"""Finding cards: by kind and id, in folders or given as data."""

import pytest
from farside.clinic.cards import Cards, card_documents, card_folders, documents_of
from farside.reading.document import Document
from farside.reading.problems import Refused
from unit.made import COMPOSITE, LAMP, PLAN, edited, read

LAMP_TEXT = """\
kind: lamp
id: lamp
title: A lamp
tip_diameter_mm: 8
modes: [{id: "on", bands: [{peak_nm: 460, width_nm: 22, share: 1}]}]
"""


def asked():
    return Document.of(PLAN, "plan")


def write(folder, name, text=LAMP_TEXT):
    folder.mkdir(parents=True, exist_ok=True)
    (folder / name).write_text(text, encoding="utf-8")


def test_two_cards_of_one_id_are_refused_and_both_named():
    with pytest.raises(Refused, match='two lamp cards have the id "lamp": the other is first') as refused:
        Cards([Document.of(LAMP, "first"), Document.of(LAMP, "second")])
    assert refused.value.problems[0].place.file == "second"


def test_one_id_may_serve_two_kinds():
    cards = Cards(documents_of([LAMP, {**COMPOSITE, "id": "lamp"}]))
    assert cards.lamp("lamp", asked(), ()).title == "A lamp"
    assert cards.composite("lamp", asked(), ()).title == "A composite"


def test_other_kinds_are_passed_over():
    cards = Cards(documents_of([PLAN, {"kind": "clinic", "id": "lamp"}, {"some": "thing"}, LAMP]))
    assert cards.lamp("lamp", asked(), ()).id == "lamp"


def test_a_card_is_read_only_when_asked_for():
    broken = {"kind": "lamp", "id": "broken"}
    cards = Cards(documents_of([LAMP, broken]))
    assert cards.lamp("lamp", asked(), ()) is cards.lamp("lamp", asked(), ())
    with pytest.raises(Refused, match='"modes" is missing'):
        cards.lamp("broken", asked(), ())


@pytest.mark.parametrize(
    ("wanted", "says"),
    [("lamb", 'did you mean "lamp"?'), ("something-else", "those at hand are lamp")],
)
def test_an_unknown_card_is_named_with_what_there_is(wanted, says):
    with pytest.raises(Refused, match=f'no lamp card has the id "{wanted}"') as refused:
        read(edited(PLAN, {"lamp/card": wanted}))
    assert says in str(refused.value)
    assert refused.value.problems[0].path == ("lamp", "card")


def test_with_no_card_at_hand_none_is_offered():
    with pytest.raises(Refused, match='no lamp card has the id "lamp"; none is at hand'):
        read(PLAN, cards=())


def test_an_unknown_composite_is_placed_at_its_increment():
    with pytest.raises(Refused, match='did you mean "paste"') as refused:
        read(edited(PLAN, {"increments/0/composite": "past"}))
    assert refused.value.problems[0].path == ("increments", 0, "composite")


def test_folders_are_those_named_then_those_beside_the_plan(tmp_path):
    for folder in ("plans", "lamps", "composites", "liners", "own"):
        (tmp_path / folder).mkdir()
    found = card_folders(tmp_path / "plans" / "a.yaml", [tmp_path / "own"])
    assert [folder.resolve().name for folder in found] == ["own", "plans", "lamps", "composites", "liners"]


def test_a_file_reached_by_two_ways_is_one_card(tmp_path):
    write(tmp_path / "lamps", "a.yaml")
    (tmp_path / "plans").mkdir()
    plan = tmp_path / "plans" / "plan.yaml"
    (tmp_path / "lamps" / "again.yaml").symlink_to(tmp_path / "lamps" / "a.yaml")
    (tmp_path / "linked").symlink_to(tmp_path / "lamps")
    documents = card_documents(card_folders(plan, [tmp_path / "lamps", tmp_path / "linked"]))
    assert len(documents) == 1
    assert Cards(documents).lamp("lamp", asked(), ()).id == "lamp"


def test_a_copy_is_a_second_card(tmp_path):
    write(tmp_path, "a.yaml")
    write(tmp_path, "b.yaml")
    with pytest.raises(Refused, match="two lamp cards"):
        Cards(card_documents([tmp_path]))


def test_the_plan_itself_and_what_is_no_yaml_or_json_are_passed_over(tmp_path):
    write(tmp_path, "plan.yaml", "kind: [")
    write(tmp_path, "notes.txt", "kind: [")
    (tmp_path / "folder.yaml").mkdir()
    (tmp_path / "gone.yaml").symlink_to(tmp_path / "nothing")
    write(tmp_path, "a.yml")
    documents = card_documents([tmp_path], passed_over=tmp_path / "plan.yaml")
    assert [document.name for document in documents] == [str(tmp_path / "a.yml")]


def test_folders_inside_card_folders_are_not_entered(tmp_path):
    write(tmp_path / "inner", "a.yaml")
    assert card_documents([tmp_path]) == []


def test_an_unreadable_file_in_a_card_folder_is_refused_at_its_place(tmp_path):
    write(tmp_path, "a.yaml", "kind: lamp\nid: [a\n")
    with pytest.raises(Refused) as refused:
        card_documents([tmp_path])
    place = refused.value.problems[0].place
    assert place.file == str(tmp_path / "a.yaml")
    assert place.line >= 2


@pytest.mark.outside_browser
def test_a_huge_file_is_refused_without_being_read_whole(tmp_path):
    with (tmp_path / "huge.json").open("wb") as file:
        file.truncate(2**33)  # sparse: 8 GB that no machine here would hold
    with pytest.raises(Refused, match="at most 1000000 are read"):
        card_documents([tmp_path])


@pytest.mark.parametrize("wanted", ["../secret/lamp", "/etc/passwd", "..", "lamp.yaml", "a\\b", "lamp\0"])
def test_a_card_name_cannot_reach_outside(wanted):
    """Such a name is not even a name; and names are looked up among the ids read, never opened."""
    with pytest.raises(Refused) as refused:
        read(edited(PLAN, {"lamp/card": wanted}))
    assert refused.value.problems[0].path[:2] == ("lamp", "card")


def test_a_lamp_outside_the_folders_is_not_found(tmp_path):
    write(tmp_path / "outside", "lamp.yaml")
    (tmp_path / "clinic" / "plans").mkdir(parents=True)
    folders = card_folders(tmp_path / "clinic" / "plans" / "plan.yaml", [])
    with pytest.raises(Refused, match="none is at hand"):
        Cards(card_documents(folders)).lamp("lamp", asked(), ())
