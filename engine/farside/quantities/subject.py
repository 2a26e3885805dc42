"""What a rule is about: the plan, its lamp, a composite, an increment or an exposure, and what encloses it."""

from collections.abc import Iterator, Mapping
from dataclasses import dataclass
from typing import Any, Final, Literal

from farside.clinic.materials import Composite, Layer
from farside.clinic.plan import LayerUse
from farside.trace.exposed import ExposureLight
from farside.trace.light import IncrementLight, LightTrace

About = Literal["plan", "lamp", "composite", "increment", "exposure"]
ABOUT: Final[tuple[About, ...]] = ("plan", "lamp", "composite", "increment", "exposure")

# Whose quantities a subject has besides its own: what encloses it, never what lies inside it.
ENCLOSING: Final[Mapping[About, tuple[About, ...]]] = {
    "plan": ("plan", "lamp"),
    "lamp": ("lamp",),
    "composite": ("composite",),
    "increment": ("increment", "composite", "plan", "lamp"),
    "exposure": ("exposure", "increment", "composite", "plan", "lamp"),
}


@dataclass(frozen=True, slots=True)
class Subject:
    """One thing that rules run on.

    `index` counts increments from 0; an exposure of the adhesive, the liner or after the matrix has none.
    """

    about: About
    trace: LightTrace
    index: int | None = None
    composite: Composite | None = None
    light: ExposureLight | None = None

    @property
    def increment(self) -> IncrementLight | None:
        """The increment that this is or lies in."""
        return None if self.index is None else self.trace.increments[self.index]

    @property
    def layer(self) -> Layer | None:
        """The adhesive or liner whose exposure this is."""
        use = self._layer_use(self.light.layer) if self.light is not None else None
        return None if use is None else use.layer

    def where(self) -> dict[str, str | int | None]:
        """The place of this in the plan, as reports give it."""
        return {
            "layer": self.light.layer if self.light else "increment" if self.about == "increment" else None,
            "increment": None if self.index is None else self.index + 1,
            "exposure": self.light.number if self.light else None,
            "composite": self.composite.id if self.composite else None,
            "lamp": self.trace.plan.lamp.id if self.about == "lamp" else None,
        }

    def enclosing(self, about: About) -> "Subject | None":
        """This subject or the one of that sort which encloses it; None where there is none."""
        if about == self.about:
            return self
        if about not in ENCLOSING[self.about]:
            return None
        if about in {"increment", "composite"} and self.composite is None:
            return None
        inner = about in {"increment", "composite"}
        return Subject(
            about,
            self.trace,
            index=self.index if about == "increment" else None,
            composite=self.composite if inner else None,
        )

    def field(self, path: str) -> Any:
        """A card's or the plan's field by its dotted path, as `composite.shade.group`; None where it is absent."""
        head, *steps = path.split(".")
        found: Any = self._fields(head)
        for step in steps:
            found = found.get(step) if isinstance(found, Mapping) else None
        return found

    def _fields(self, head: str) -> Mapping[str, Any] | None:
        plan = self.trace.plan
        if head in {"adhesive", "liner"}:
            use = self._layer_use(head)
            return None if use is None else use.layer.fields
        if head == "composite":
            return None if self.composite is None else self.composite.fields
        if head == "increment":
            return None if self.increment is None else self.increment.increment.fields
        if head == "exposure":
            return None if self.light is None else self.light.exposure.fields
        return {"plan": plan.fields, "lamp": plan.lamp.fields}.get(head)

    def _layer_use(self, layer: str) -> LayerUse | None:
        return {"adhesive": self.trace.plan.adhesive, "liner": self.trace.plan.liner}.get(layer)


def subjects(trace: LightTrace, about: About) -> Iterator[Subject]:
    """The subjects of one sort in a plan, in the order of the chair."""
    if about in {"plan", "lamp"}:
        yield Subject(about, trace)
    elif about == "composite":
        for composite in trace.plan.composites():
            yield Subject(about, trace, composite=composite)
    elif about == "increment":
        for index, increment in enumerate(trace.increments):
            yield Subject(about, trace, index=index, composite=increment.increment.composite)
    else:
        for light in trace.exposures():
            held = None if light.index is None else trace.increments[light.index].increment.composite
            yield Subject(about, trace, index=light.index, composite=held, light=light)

::::

Please copy only the lines between the first line of the entries and the line with "from farside.reading.problems import Refused", keeping those two end lines as well, exactly as written.

"""Finding cards: by kind and id, in folders or given as data."""

import pytest
from farside.clinic.cards import Cards, card_documents, card_folders, documents_of
from farside.reading.document import Document
from farside.reading.problems import Refused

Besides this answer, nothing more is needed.